Por su parte, un vocero del Hospital Pablo VI de Bosa indicó que la asistencia social en la zona fue realizada por más de 120 miembros de la entidad en coordinación con la Secretaría de Salud.
Mientras en un bote algunos residentes del sector salían desde sus casas hasta las zonas secas y aisladas de la laguna en que se convirtió el sector, otras personas hacían maromas para sacar de sus hogares algunos electrodomésticos, ropa y alimentos. En la zona verde, alrededor de la construcción, cubrían sus piernas con bolsas y papel vinylpel para evitar la filtración de las aguas putrefactas en su cuerpo y la propagación de enfermedades. La salud es la gran preocupación para muchas de las familias, que en su gran mayoría están compuestas por más de tres individuos.
Según cifras del Fopae, los predios afectados fueron 2.700 pertenecientes a 5 conjuntos residenciales. Los damnificados tuvieron que salir de sus casas e instalar carpas en el parque, pues además de tener sus viviendas empantanadas, no había prestación de servicios como luz y teléfono.
Lujoso condominio, ahogado
Como una historia de horror, que se repite y se repite por estos días en todo el municipio y sus alrededores, en la madrugada del pasado martes otro jarillón se rompió en Chía con su consecuente inundación. Esta vez resultó afectado el condominio club San Jacinto Chía, exactamente unas 70 lujosas casas, rodeadas de canchas de tenis, que quedaron medio tapadas de aguas negras. Los administradores del lugar prefirieron no dar declaraciones al respecto, pero este diario pudo recorrer en lancha los alrededores y se encontró con un panorama de verdadero apocalipsis.

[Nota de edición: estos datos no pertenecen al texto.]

TEST(DetectionBackground, EqualsOpenCvOpeningAndClosing) {
  std::mt19937_64 rng(3);
  for (int type : {CV_8U, CV_16U}) {
    for (const cv::Size size : {cv::Size(53, 37), cv::Size(1, 9), cv::Size(7, 1)}) {
      cv::Mat image(size, type);
      std::uniform_int_distribution<int> level(0, type == CV_8U ? 255 : 65535);
      for (int y = 0; y < image.rows; ++y) {
        for (int x = 0; x < image.cols; ++x) {
          if (type == CV_8U) {
            image.at<std::uint8_t>(y, x) = static_cast<std::uint8_t>(level(rng));
          } else {
            image.at<std::uint16_t>(y, x) = static_cast<std::uint16_t>(level(rng));
          }
        }
      }
      for (int radius : {1, 2, 3, 4, 7, 12, 25}) {
        const cv::Mat disc = cv::getStructuringElement(
            cv::MORPH_ELLIPSE, cv::Size(2 * radius + 1, 2 * radius + 1));
        for (bool dark : {false, true}) {
          cv::Mat expected;
          cv::morphologyEx(image, expected, dark ? cv::MORPH_CLOSE : cv::MORPH_OPEN, disc);
          const cv::Mat got = DetectionBackground(image, radius, dark);
          ASSERT_EQ(got.type(), image.type());
          EXPECT_EQ(cv::norm(got, expected, cv::NORM_INF), 0.0)
              << "type " << type << " size " << size << " radius " << radius << " dark " << dark;
        }
      }
    }
  }
  EXPECT_THROW(DetectionBackground(cv::Mat(5, 5, CV_8U), 0, false), InputError);
}
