impl Grid {
    fn new(w: usize, h: usize, ascii: bool) -> Grid {
        let (sx, sy) = if ascii { (1, 3) } else { (2, 4) };
        Grid {
            w,
            h,
            sx,
            sy,
            bits: vec![0; w * h],
        }
    }

    fn dots_w(&self) -> f64 {
        (self.w * self.sx) as f64
    }

    fn dots_h(&self) -> f64 {
        (self.h * self.sy) as f64
    }

    fn set(&mut self, dx: i64, dy: i64) {
        if dx < 0 || dy < 0 {
            return;
        }
        let (dx, dy) = (dx as usize, dy as usize);
        if dx >= self.w * self.sx || dy >= self.h * self.sy {
            return;
        }
        let (cx, cy) = (dx / self.sx, dy / self.sy);
        let (ux, uy) = (dx % self.sx, dy % self.sy);
        let bit = if self.sx == 1 {
            1u8 << uy
        } else {
            // Braille dot numbering: 1 2 3 7 down the left, 4 5 6 8 down the right.
            const LEFT: [u8; 4] = [0x01, 0x02, 0x04, 0x40];
            const RIGHT: [u8; 4] = [0x08, 0x10, 0x20, 0x80];
            if ux == 0 { LEFT[uy] } else { RIGHT[uy] }
        };
        self.bits[cy * self.w + cx] |= bit;
    }

    /// Draw the polyline through (x, y) points given in dot units; a vertical
    /// span fills each dot column the segment crosses, so dense data shows
    /// its full range and sparse data stays connected.
    fn polyline(&mut self, pts: &[(f64, f64)]) {
        let wmax = self.dots_w();
        for seg in pts.windows(2) {
            let ((x0, y0), (x1, y1)) = (seg[0], seg[1]);
            if !(x0.is_finite() && x1.is_finite() && y0.is_finite() && y1.is_finite()) {
                continue;
            }
            if (x0 < 0.0 && x1 < 0.0) || (x0 >= wmax && x1 >= wmax) {
                continue;
            }
            let (xa, xb) = (x0.min(x1), x0.max(x1));
            let c0 = xa.max(0.0).floor() as i64;
            let c1 = xb.min(wmax - 1e-9).floor() as i64;
            for c in c0..=c1 {
                let lo = (c as f64).max(xa);
                let hi = ((c + 1) as f64).min(xb);
                let y_at = |x: f64| {
                    if (x1 - x0).abs() < 1e-12 {
                        y0
                    } else {
                        y0 + (y1 - y0) * (x - x0) / (x1 - x0)
                    }
                };
                let (ya, yb) = (y_at(lo), y_at(hi));
                let (ymin, ymax) = (ya.min(yb), ya.max(yb));
                let r0 = ymin.round().max(-1.0) as i64;
                let r1 = ymax.round().min(self.dots_h()) as i64;
                for r in r0..=r1 {
                    self.set(c, r);
                }
            }
        }
    }

    fn glyph(&self, cx: usize, cy: usize, ascii: bool) -> Option<char> {
        let b = self.bits[cy * self.w + cx];
        if b == 0 {
            return None;
        }
        if !ascii {
            return char::from_u32(0x2800 + b as u32);
        }
        Some(match b {
            0b001 => '\'',
            0b010 => '-',
            0b100 => '.',
            _ => '|',
        })
    }
}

Esqueletos de viviendas parecen flotar en el lodo, mientras las autoridades del departamento trabajan las 24 horas del día para reparar el jarillón.
Cercados por las aguas putrefactas
El barrio La Torquigua, en la localidad de Engativá, está cercado por la tragedia. Por un lado está la calle principal desbordada de aguas negras de alcantarilla, que se rebosan por un sistema público a todas luces ineficaz que no es capaz de aguantar tanto aguacero. Y por el otro, el potrero, convertido en putrefacto humedal, invadido por el río Bogotá, que no ha podido secarse.
La fuerte ola invernal. Cuatro palabras que se dicen fácil, pero que son padecidas cada minuto en este popular sector vecino a una de las pistas principales del aeropuerto Eldorado.
Precisamente, esta cercanía podría convertirse en otro de los dramas que rodean el lugar. El potrero, que se convirtió en una negra laguna, empezó a inundar la pista del aeropuerto (que ayer operó con normalidad) y allí, para evitarlo, comenzaron trabajos de control con cinco motobombas para devolver las aguas, lo que a la postre termina por llenar aún más el terreno pegado al barrio.
Al menos eso aseguran los habitantes del sector Marco Antonio Serrano y Flor Garzón, quienes dicen haber visto a lo lejos los trabajos de las máquinas. “Por donde pisemos encontramos humedad y malos olores, y esta es la hora en la que no hemos visto a la autoridad”.